> _What the task requires_
Scan the data beneath this task and copy each line that includes "simulated".

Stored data
#!/usr/bin/env python3
"""Whether plans keep what they promise: expected standard deviations against the scatter of simulated campaigns.

    python scripts/plan_check.py [--runs 200] [--seed 1] [--sweeps 4] [--centre] [--unknown-noise]

The design is data_examples/line_buffer.toml, the list 0, 5, 10 and 20 pF with 0, 500 and −400 Ω. Each campaign draws a
part (and the bench's load and delay) from the design's spreads, simulates the planned sweeps with the noise that the
plan assumed, and estimates the elements. With --centre every part is the designed one; then only what the sweeps tell,
and not the priors, can be checked (CL hangs on that of the bench's load). With --unknown-noise the estimate is not told
the noise levels; that it has to find them costs some per cent.

Before that, tables of what sets of sweeps promise where every element is known to 20 % beforehand: 281 points from
10 Hz to 100 MHz and to 1 GHz.
"""

from __future__ import annotations

import argparse
from collections.abc import Sequence
from dataclasses import replace
from pathlib import Path

import numpy as np

import fitamp
from fitamp.design import Bench
from fitamp.elements import Circuit
from fitamp.planning import DEFAULT_NOISE, expected_precision

DESIGN_FILE = Path(__file__).resolve().parent.parent / "data_examples" / "line_buffer.toml"
ELEMENTS = ("gm1", "R1", "C1", "gm2", "R2", "CL", "Cc", "Rz")
LOADS_F = (0.0, 5e-12, 10e-12, 20e-12)
RESISTANCES_OHM = (0.0, 500.0, -400.0)
SETS = {
    "one sweep": ((0.0,), (0.0,)),
    "0/5/10/20 pF": (LOADS_F, (0.0,)),
    "0/−400/+400 Ω": ((0.0,), (0.0, -400.0, 400.0)),
}
TOPS_HZ = (100e6, 1e9)
# Over so many parts of its own the plan takes the mean.
PARTS = 200
# What a plan is held against, and the unit in which both are printed.
QUANTITIES = {"zero_time_s": ("zero time", 1e-12, "ps"), "pole2_hz": ("pole 2", 1e3, "kHz")}
QUANTITIES |= {"gm2_rz": ("gm2·Rz", 1e-3, "1e-3"), "phase_margin_deg": ("phase margin", 1e-3, "m°")}


def print_sets(design: fitamp.Design) -> None:
    """Relative standard deviations that sets of sweeps promise, with equal priors."""
    assert design.elements is not None
    equal = fitamp.Design.from_elements(
        design.elements, spreads=dict.fromkeys(ELEMENTS, 0.2), under_test=(), bench=Bench(delay_s=0.0), file="equal"
    )
    print("expected relative standard deviation, every element known to 20 % beforehand")
    for top_hz in TOPS_HZ:
        print(f"\n{'up to ' + f'{top_hz / 1e6:g} MHz':<16}" + "".join(f"{name:>9}" for name in ELEMENTS))
        sweeps = {
            name: fitamp.affordable_sweeps(
                equal, loads_f=loads_f, resistances_ohm=resistances_ohm, bands_hz=[(10.0, top_hz)]
            )
            for name, (loads_f, resistances_ohm) in SETS.items()
        }
        sweeps["both"] = tuple(dict.fromkeys(sweeps["0/5/10/20 pF"] + sweeps["0/−400/+400 Ω"]))
        for name, those in sweeps.items():
            stage = expected_precision(equal, those)
            print(f"{name:<16}" + "".join(f"{stage.of(element).relative:>9.4f}" for element in ELEMENTS))


def swept(
    circuit: Circuit, values: np.ndarray, sweeps: Sequence[fitamp.PlannedSweep], rng: np.random.Generator
) -> list[fitamp.Sweep]:
    """What the bench reads of a part, by the polynomial form of the loop gain."""
    delay_s = circuit.physical(values)["bench_delay_s"]
    found = []
    for number, sweep in enumerate(sweeps, start=1):
        gain = circuit.loaded(values, sweep.condition).transfer().evaluate(sweep.freq_hz)
        gain = fitamp.simulate_bench(gain * np.exp(-2j * np.pi * sweep.freq_hz * delay_s), DEFAULT_NOISE, rng)
        origin = fitamp.sweep.Origin(file=f"step{number}.csv", form="simulated")
        found.append(fitamp.Sweep(freq_hz=sweep.freq_hz, gain=gain, origin=origin))
    return found


def drawn(circuit: Circuit, design: fitamp.Design, rng: np.random.Generator) -> np.ndarray:
    """A part from the design's spreads, with the bench it is on."""
    values = circuit.designed
    for index, one in enumerate(circuit.parameters):
        spread = one.prior_sd
        if spread is None:  # Rz, under test
            spread = design.spreads[one.name] * one.prior_mean
        values[index] += spread * rng.standard_normal()
    return values


def errors_of(estimate: fitamp.ElementEstimate, circuit: Circuit, values: np.ndarray) -> dict[str, float]:
    """Estimate less truth: of elements as a share of the truth (of Rz of the design), else in SI units."""
    true = circuit.physical(values)
    found = {name: np.log(estimate.element(name).estimate.value / true[name]) for name in ELEMENTS if name != "Rz"}
    found["Rz"] = (estimate.element("Rz").estimate.value - true["Rz"]) / circuit.nominal.Rz
    part = circuit.loaded(values)
    exact = {
        "zero_time_s": part.zero_time_s,
        "pole2_hz": sorted(abs(pole) for pole in part.transfer().poles_hz)[1],
        "gm2_rz": part.nulling_product,
        "phase_margin_deg": fitamp.loop_margins(part.transfer()).phase_margin_deg,
    }
    return found | {name: getattr(estimate.derived, name).value - exact[name] for name in QUANTITIES}


def print_campaigns(design: fitamp.Design, plan: fitamp.Plan, options: argparse.Namespace) -> None:
    """A line a number: promised at the design's centre and over its parts, scattered, and the ratios.

    A ratio is uncertain by chance as a standard deviation is, ±√((κ − 1)/4n) with the kurtosis κ of the errors: 5 % of
    200 normal deviates, and more where parts differ in how sure they are. The last ratio is of errors each divided by
    the promise made at that very part.
    """
    circuit = Circuit.from_design(design)
    conditions = [sweep.condition for sweep in plan.sweeps]
    noise = None if options.unknown_noise else plan.noise
    errors: dict[str, list[float]] = {name: [] for name in (*ELEMENTS, *QUANTITIES)}
    own: dict[str, list[float]] = {name: [] for name in errors}
    for run in range(options.runs):
        rng = np.random.default_rng([options.seed, run])
        values = circuit.designed if options.centre else drawn(circuit, design, rng)
        sweeps = swept(circuit, values, plan.sweeps, rng)
        estimate = fitamp.estimate_elements(sweeps, design, conditions=conditions, noise=noise)
        there = expected_precision(replace(design, elements=circuit.elements(values)), plan.sweeps)
        for name, error in errors_of(estimate, circuit, values).items():
            one = there.of(name)
            share = circuit.nominal.Rz if name == "Rz" else one.value
            errors[name].append(error)
            own[name].append(error / (one.sd / (share if name in ELEMENTS else 1.0)))
    print(
        f"{'':<14}{'at centre':>13}{'over parts':>13}{'scatter':>13}{'to centre':>11}{'to parts':>10}{'by chance':>11}"
        f"{'mean/sd':>9}{'to own':>8}"
    )
    for name, those in errors.items():
        one = plan.last.of(name)
        share = one.value if name in ELEMENTS else 1.0
        label, scale, unit = (name, 0.01, "%") if name in ELEMENTS else QUANTITIES[name]
        squares = np.square(those)
        scatter, mean = float(np.sqrt(squares.mean())), float(np.mean(those))
        chance = float(np.sqrt(squares.var() / len(squares)) / squares.mean() / 2)
        at_centre, over_parts = one.sd / share, one.over_parts / share
        print(
            f"{label:<14}{at_centre / scale:>8.4g} {unit:<4}{over_parts / scale:>8.4g} {unit:<4}"
            f"{scatter / scale:>8.4g} {unit:<4}{scatter / at_centre:>11.3f}{scatter / over_parts:>10.3f}"
            f"{chance:>11.1%}{mean / scatter:>+9.2f}{np.sqrt(np.mean(np.square(own[name]))):>8.3f}"
        )


def main() -> None:
    """Print the tables."""
    parser = argparse.ArgumentParser(description=__doc__, formatter_class=argparse.RawDescriptionHelpFormatter)
    parser.add_argument("--runs", type=int, default=200, help="campaigns to simulate")
    parser.add_argument("--seed", type=int, default=1)
    parser.add_argument("--sweeps", type=int, default=4, help="how many sweeps a campaign has")
    parser.add_argument("--centre", action="store_true", help="every part is the designed one")
    parser.add_argument("--unknown-noise", action="store_true", help="the estimate is not told the noise")
    args = parser.parse_args()
    design = fitamp.read_design(DESIGN_FILE)
    print_sets(design)
    candidates = fitamp.affordable_sweeps(design, loads_f=LOADS_F, resistances_ohm=RESISTANCES_OHM)
    plan = fitamp.plan(design, candidates, count=args.sweeps, parts_drawn=PARTS, seed=args.seed + 1)
    if args.runs:
        parts = "of the designed part" if args.centre else "of parts drawn from the design's spreads"
        parts += ", noise not stated" if args.unknown_noise else ", noise stated"
        print(f"\n{args.runs} campaigns {parts}, seed {args.seed}: {', '.join(sweep.added for sweep in plan.sweeps)}")
        print_campaigns(design, plan, args)


if __name__ == "__main__":
    main()
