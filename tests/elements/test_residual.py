"""The loop-equation residual of a circuit, and the information that sweeps will hold."""

from __future__ import annotations

from dataclasses import replace

import numpy as np
import pytest
from numpy.testing import assert_allclose
from stepped_parts import DESIGN, FREQ_HZ, NOISE, NOMINAL, STEPS, exact_sweep, swept

from fitamp.amplifier import ELEMENT_NAMES
from fitamp.design import Bench
from fitamp.elements.circuit import Circuit
from fitamp.elements.condition import Condition
from fitamp.elements.residual import Measured, information, stacked

CIRCUIT = Circuit.from_design(DESIGN)
WIDE_HZ = np.geomspace(10.0, 100e6, 281)


def test_the_residual_of_the_truth_is_the_noise() -> None:
    sweeps = swept(NOMINAL, STEPS, seed=1)
    measured = [Measured(sweep=sweep, condition=step, noise=NOISE) for sweep, step in zip(sweeps, STEPS, strict=True)]
    residuals = stacked(CIRCUIT, CIRCUIT.designed, measured)[0]
    rows = 2 * len(FREQ_HZ) * len(STEPS)
    # Chi-square of 1410 normal deviates: 1410 ± 53.
    assert residuals[:rows] @ residuals[:rows] == pytest.approx(rows, abs=4 * np.sqrt(2 * rows))
    assert_allclose(residuals[rows:], 0.0)


def test_derivatives_are_those_of_differences() -> None:
    measured = [
        Measured(sweep=exact_sweep(NOMINAL.with_changes(gm2=1.7e-3), step), condition=step, noise=NOISE)
        for step in STEPS[:2]
    ]
    values = CIRCUIT.designed
    slopes = stacked(CIRCUIT, values, measured)[1]
    for index in range(len(values)):
        step = np.zeros(len(values))
        step[index] = 1e-6
        difference = (
            stacked(CIRCUIT, values + step, measured)[0] - stacked(CIRCUIT, values - step, measured)[0]
        ) / 2e-6
        assert_allclose(slopes[:, index], difference, rtol=1e-5, atol=1e-7 * np.abs(difference).max())


def test_a_floor_of_the_ratio_and_of_a_receiver_enter_by_their_own_laws() -> None:
    # Receiver floors of 1e-4 each on T = 10^4 at DC: ±|T|·|1 + T|·1e-4 there, so that T off by 1 % is 1e-2 σ·√2 off.
    loop = exact_sweep(NOMINAL)
    low = replace(loop, freq_hz=loop.freq_hz[:1], gain=loop.gain[:1] * 1.01)
    noise = replace(NOISE, error_channel=1e-4, return_channel=0.0, relative=0.0)
    residuals = stacked(CIRCUIT, CIRCUIT.designed, [Measured(sweep=low, condition=STEPS[0], noise=noise)])[0]
    size = abs(loop.gain[0])
    expected = np.sqrt(2) * 0.01 * size / (size * 1e-4) / abs(1 + 1.01 * loop.gain[0])
    assert np.hypot(*residuals[:2]) == pytest.approx(expected, rel=1e-6)


@pytest.mark.parametrize(
    ("steps", "expected"),
    [
        # Relative standard deviations of gm1, R1, C1, gm2, R2, CL, Cc and Rz found while the method was designed, with
        # an independent sketch of the same circuit and bench: one sweep, added loads, added resistances.
        ([(0, 0)], {"gm1": 0.12, "R1": 0.16, "C1": 0.07, "gm2": 0.13, "R2": 0.16, "CL": 0.12, "Cc": 0.12, "Rz": 0.07}),
        ([(0, 0), (5, 0), (10, 0), (20, 0)], {"gm2": 0.005, "CL": 0.002}),
        ([(0, 0), (0, -400), (0, 400)], {"Cc": 0.0005, "gm1": 0.002}),
    ],
)
def test_expected_precision_of_steps(steps: list[tuple[float, float]], expected: dict[str, float]) -> None:
    design = replace(DESIGN, bench=Bench(delay_s=0.0), under_test=frozenset())
    circuit = Circuit.from_design(design)
    total = circuit.prior_information()
    for load_pf, rz_ohm in steps:
        condition = Condition(load_added_f=load_pf * 1e-12, rz_added_ohm=rz_ohm)
        total = total + information(circuit, circuit.designed, WIDE_HZ, NOISE, condition=condition)
    sds = dict(zip(circuit.names, np.sqrt(np.diag(np.linalg.inv(total))), strict=True))
    sds["Rz"] /= NOMINAL.nulling_product  # in units of 1/gm2
    assert set(sds) == set(ELEMENT_NAMES)
    for name, sd in expected.items():
        assert sds[name] == pytest.approx(sd, rel=0.15)  # the sketch's numbers are rounded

> _Written answer_
"""Whether plans keep what they promise: expected standard deviations against the scatter of simulated campaigns.
        origin = fitamp.sweep.Origin(file=f"step{number}.csv", form="simulated")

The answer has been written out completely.